The Aluminum Falcon said:
The first change is removing the silly scene at the start of disc 2, the one where Peter Jackson gets shot by Legolas by mistake when Gimli nudges Legolas´s bow when he shoots, then Gimli has a very silly Oops reaction. It was removed for two reasons, the first being that its very cheesy and silly and comes across more as a Peter Jackson and crew cameo fanboy scene than a proper scene in the film that serves a real purpose. The second and more important reason is that it reveals the Army of the Dead too early, taking power away from their dramatic entrance into the battle of Pelennor Fields later in the film. The theatrical release did this much better without this superfluous scene IMHO so I have returned it to how it was in the theatrical release.
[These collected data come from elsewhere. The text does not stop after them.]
// ForOperator says what rec means for the operator: the verdict as a headline,
// each limit that failed or held the unit in one plain sentence (worst first:
// failed, then failed within the measurement's uncertainty, then not judged,
// then held for review; as-found limits and what stopped the run before the
// rest, as the record orders its reasons), and what to do with the unit.
//
// Values are stated as the certificate states them: in the limit's unit, to
// the decimal place of their stated expanded uncertainty (limits.Decision.
// ValueText, JCGM 100:2008 §7.2.6), with the tolerance as the limit file writes
// it ("limit ±800 µV", "limit ≤ 0.01 %", "limit −0.2 … +0.8 mV"); an
// expression limit is told by its description. The decision rule's words (zones,
// guard bands) are left to the statement.
//
// attempt is the run's number among the serial's measured runs (1 for a first
// test; ≤ 0 when not known, read as 1) and maxAttempts the sequence's
// retest.max_attempts (0 = no limit). A FAIL is offered a retest only when every
// failed limit failed within the measurement's uncertainty (ILAC-G8:09/2019
// §4.2.3: the true value may lie inside the tolerance, so a second measurement
// can decide otherwise) and attempts remain; a unit clearly outside a limit,
// or whose trim ran out of range, goes to rework.
func ForOperator(rec *Record, attempt, maxAttempts int) OperatorView {
	if rec == nil {
		return OperatorView{}
	}
	attempt = max(attempt, 1)
	var v OperatorView
	lines := operatorLines(rec)
	for _, l := range lines {
		v.Reasons = append(v.Reasons, l.text)
	}
	switch rec.Verdict {
	case Pass:
		v.Headline, v.Action = HeadlinePass, ActionPack
	case Review:
		v.Headline, v.Action = HeadlineReview, ActionShelf
	case Fail:
		v.Headline, v.Action = HeadlineFail, ActionRework
		retestable := len(lines) > 0
		for _, l := range lines {
			if l.rank != rankCloseFail && l.rank != rankHeld {
				retestable = false
			}
		}
		switch {
		case !retestable, rec.Disposition != nil: // a reviewer's rejection is final
		case maxAttempts <= 0:
			v.Action = fmt.Sprintf("%s (attempt %d)", ActionRetest, attempt+1)
		case attempt < maxAttempts:
			v.Action = fmt.Sprintf("%s (attempt %d of %d)", ActionRetest, attempt+1, maxAttempts)
		default:
			v.Action = fmt.Sprintf("%s (all %d attempts used)", ActionRework, maxAttempts)
		}
	case Fault:
		v.Headline, v.Action = HeadlineFault, ActionEngineer
		if classifyFault(rec).fixable {
			v.Action = ActionFixFault
		}
	case Aborted:
		v.Headline, v.Action = HeadlineStopped, ActionAgain
	default:
		v.Headline = string(rec.Verdict)
	}
	if d := rec.Disposition; d != nil {
		word := "accepted"
		if d.Decision == DecisionReject {
			word = "rejected"
		}
		v.Reasons = append([]string{fmt.Sprintf("%s on review by %s: %s", word, d.Reviewer, d.Reason)}, v.Reasons...)
	}
	// What the operator must know before touching the unit comes first.
	if len(rec.Notes) > 0 && v.Action != "" {
		v.Action = strings.Join(rec.Notes, "; ") + "; then " + v.Action
	}
	return v
}

// How bad one operator line is, worst first.
const (
	rankFail      = iota // clearly outside a limit, or the run could not go on (a saturated trim)
	rankCloseFail        // outside, but within the measurement's uncertainty of the limit
	rankUnjudged         // a result the limit needs was not measured
	rankHeld             // inside, but too near the limit to pass: held for review
)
While I feel that removing scenes seems to go a bit beyond the scope of what you seem to have been trying to do here (couldn’t you at least have also released a version with those scenes intact, if color-correction was the main point here?), I do agree that this particular part took away from the movie. Ever since I first saw the extended cut, I just felt that actually showing us 1: that the Army of the Dead accepted Aragorn’s offer, and 2: them commandeering the corsairs’ ships, really took away from their eventual Big Damn Heroes moment in Gondor. Especially seeing how it was already fine the way it was in the theatrical cut, just “What say you?!” and then we don’t see Aragorn again at all until he arrives during the battle. Just… the moment he jumps off that ship, we already know everything we needed to know about what happened in-between. And this is a thought I had when I was twelve.
I prefer the extended cuts in general, but for this particular moment… yeah it was better in the theatrical cuts.

Though to prevent this from just being a pointless revival of an ancient thread, I’m curious, since this seems to be a recurring problem with these movies… Was Battle of the Five Armies also excessively green? I would just check, but being that I honestly never noticed a problem with any of the previous movies anyway, I probably wouldn’t even be able to tell.